As regards the independence of the judiciary in the SADC region, it is easy to pick that weak or corrupt judiciaries are a hindrance to social and economic development.

“Strengthening the judiciary is therefore a pre-requisite to upholding the rule of law and maintaining the balance while promoting the separation of powers as enshrined in national constitutions,” notes Sakala-Chibiya.

The SADC Protocol Against Corruption was adopted by the SADC Heads of State and Government at their August 2001 Summit held in Malawi making it the first sub-regional anti-corruption treaty in Africa. The Protocol was signed by Heads of State and Government of all SADC member states. It became operational in July 2005, thirty days after its ratification by two thirds of the SADC membership.

The Protocol notes the serious magnitude of corruption in the region, its destabilising effects, particularly that it undermines good governance.

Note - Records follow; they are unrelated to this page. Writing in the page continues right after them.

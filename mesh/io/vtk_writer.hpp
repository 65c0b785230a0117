// SPDX-License-Identifier: GPL-3.0-or-later
#pragma once
/// VTK XML unstructured-grid (.vtu) output of a mesh with named point and cell fields.
#include <filesystem>
#include <string>
#include <vector>

#include "mesh/core/mesh.hpp"

namespace voidsign::mesh {

/// A named field; values are n_items × n_components, row-major (item-major).
struct Field {
  std::string name;
  int n_components = 1;
  std::vector<double> values;
};

/// Writes `m` (optionally only the cells with keep[c] true) to `path` as .vtu (binary,
/// compressed). Point fields must have n_nodes rows, cell fields n_cells rows (before
/// filtering). Coordinates are written as (x, 0, z) in 2D. Throws std::runtime_error on failure.
/// The file is written directly to `path`; atomic renaming is the caller's business.
void write_vtu(const std::filesystem::path& path, const Mesh& m,
               const std::vector<Field>& point_fields, const std::vector<Field>& cell_fields,
               const std::vector<bool>* keep = nullptr);

}  // namespace voidsign::mesh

It provides both preventive and enforcement mechanisms and demonstrates a degree of political will in the region to combat corruption.

The purpose of the Protocol is threefold, namely

·  to promote the development of anti-corruption mechanisms at national level;

·  to promote co-operation in the fight against corruption by state parties; and

·  to harmonise anti-corruption national legislation in the region.

 The Protocol provides for certain obligations to fight graft. These are preventive measures and mechanisms including:

·     development of code of conduct for public officials;

·   transparency in public procurement of goods and services;

·  easy access to public information;

·   protection of whistle blowers;

·  establishment of anti-corruption agencies;

·  develop systems of accountability and controls;

·  participation of the media and civil society; and

·  use of public education and awareness as a way of introducing zero tolerance for corruption.

Article VI of the Protocol criminalises the bribery of foreign officials. This is in line with the OECD Convention on Combating Bribery of Foreign Officials in International Business Transaction.

The Protocol also addresses the issue of proceeds of crime (money laundering) by allowing for their confiscation and seizure thereby making it more difficult to benefit from proceeds of corruption. The Protocol makes corruption or any of the offences under it an extraditable offence making it difficult for criminals to have a haven in one of the SADC countries. More so the Protocol can be a legal basis for extradition in the absence of a bilateral extradition treaty. The Protocol also provides for judicial cooperation and legal assistance among state parties.

Frankly, tackling corruption requires a multi-stakeholder approach.

Therefore, every citizen in countries within and across the SADC region must participate actively by supplying information which exposes corruption to authorities. 

Governments should also open communication lines so that the public can furnish them with all the necessary information.